What you are asked to do
Going through the material below, please gather all lines with the word "only" in them.

Material for this task

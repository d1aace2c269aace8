CREATE TABLE `club_settings` (
	`id` tinyint unsigned NOT NULL,
	`name` varchar(80) NOT NULL,
	`description` text NOT NULL,
	`description_html` text NOT NULL,
	`contact_email` varchar(254) NOT NULL,
	`join_policy` enum('open','approval','invitation') NOT NULL DEFAULT 'open',
	`updated_at` datetime(3),
	`updated_by` varchar(255),
	CONSTRAINT `club_settings_id` PRIMARY KEY(`id`)
);
--> statement-breakpoint
CREATE TABLE `invitation` (
	`id` bigint unsigned AUTO_INCREMENT NOT NULL,
	`email` varchar(254) NOT NULL,
	`token_hash` char(64) NOT NULL,
	`state` enum('pending','accepted','revoked') NOT NULL DEFAULT 'pending',
	`invited_by` varchar(255) NOT NULL,
	`created_at` datetime(3) NOT NULL DEFAULT CURRENT_TIMESTAMP(3),
	`sent_at` datetime(3) NOT NULL,
	`expires_at` datetime(3) NOT NULL,
	`accepted_at` datetime(3),
	`accepted_by` varchar(255),
	`revoked_at` datetime(3),
	CONSTRAINT `invitation_id` PRIMARY KEY(`id`),
	CONSTRAINT `invitation_tokenHash_unique` UNIQUE(`token_hash`)
);
--> statement-breakpoint
CREATE TABLE `join_request` (
	`id` bigint unsigned AUTO_INCREMENT NOT NULL,
	`user_id` varchar(255) NOT NULL,
	`note` varchar(500) NOT NULL DEFAULT '',
	`state` enum('pending','approved','declined') NOT NULL DEFAULT 'pending',
	`message` varchar(1000),
	`decided_by` varchar(255),
	`created_at` datetime(3) NOT NULL DEFAULT CURRENT_TIMESTAMP(3),
	`decided_at` datetime(3),
	CONSTRAINT `join_request_id` PRIMARY KEY(`id`)
);
--> statement-breakpoint
ALTER TABLE `audit_log` DROP FOREIGN KEY `audit_log_actor_id_user_id_fk`;
--> statement-breakpoint
ALTER TABLE `user` ADD `state` enum('active','pending','declined','suspended') DEFAULT 'active' NOT NULL;--> statement-breakpoint
ALTER TABLE `user` ADD `state_reason` varchar(500);--> statement-breakpoint
ALTER TABLE `user` ADD `in_directory` boolean DEFAULT false NOT NULL;--> statement-breakpoint
ALTER TABLE `audit_log` ADD `before` json;--> statement-breakpoint
ALTER TABLE `audit_log` ADD `after` json;--> statement-breakpoint
ALTER TABLE `join_request` ADD CONSTRAINT `join_request_user_id_user_id_fk` FOREIGN KEY (`user_id`) REFERENCES `user`(`id`) ON DELETE cascade ON UPDATE no action;--> statement-breakpoint
CREATE INDEX `invitation_email_idx` ON `invitation` (`email`);--> statement-breakpoint
CREATE INDEX `invitation_state_idx` ON `invitation` (`state`,`created_at`);--> statement-breakpoint
CREATE INDEX `join_request_state_idx` ON `join_request` (`state`,`created_at`);--> statement-breakpoint
CREATE INDEX `join_request_user_idx` ON `join_request` (`user_id`);--> statement-breakpoint
CREATE INDEX `user_state_idx` ON `user` (`state`);--> statement-breakpoint
CREATE INDEX `audit_actor_idx` ON `audit_log` (`actor_id`,`created_at`);--> statement-breakpoint
CREATE INDEX `audit_action_idx` ON `audit_log` (`action`,`created_at`);--> statement-breakpoint
CREATE INDEX `audit_created_idx` ON `audit_log` (`created_at`);--> statement-breakpoint
-- The audit log is append-only: the database refuses to change or remove a row, whoever asks.
CREATE TRIGGER `audit_log_no_update` BEFORE UPDATE ON `audit_log` FOR EACH ROW SIGNAL SQLSTATE '45000' SET MESSAGE_TEXT = 'The audit log is append-only: rows cannot be changed.';--> statement-breakpoint
CREATE TRIGGER `audit_log_no_delete` BEFORE DELETE ON `audit_log` FOR EACH ROW SIGNAL SQLSTATE '45000' SET MESSAGE_TEXT = 'The audit log is append-only: rows cannot be removed.';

Task response
-- The audit log is append-only: the database refuses to change or remove a row, whoever asks.
CREATE TRIGGER `audit_log_no_update` BEFORE UPDATE ON `audit_log` FOR EACH ROW SIGNAL SQLSTATE '45000' SET MESSAGE_TEXT = 'The audit log is append-only: rows cannot be changed.';--> statement-breakpoint
CREATE TRIGGER `audit_log_no_delete` BEFORE DELETE ON `audit_log` FOR EACH ROW SIGNAL SQLSTATE '45000' SET MESSAGE_TEXT = 'The audit log is append-only: rows cannot be removed.';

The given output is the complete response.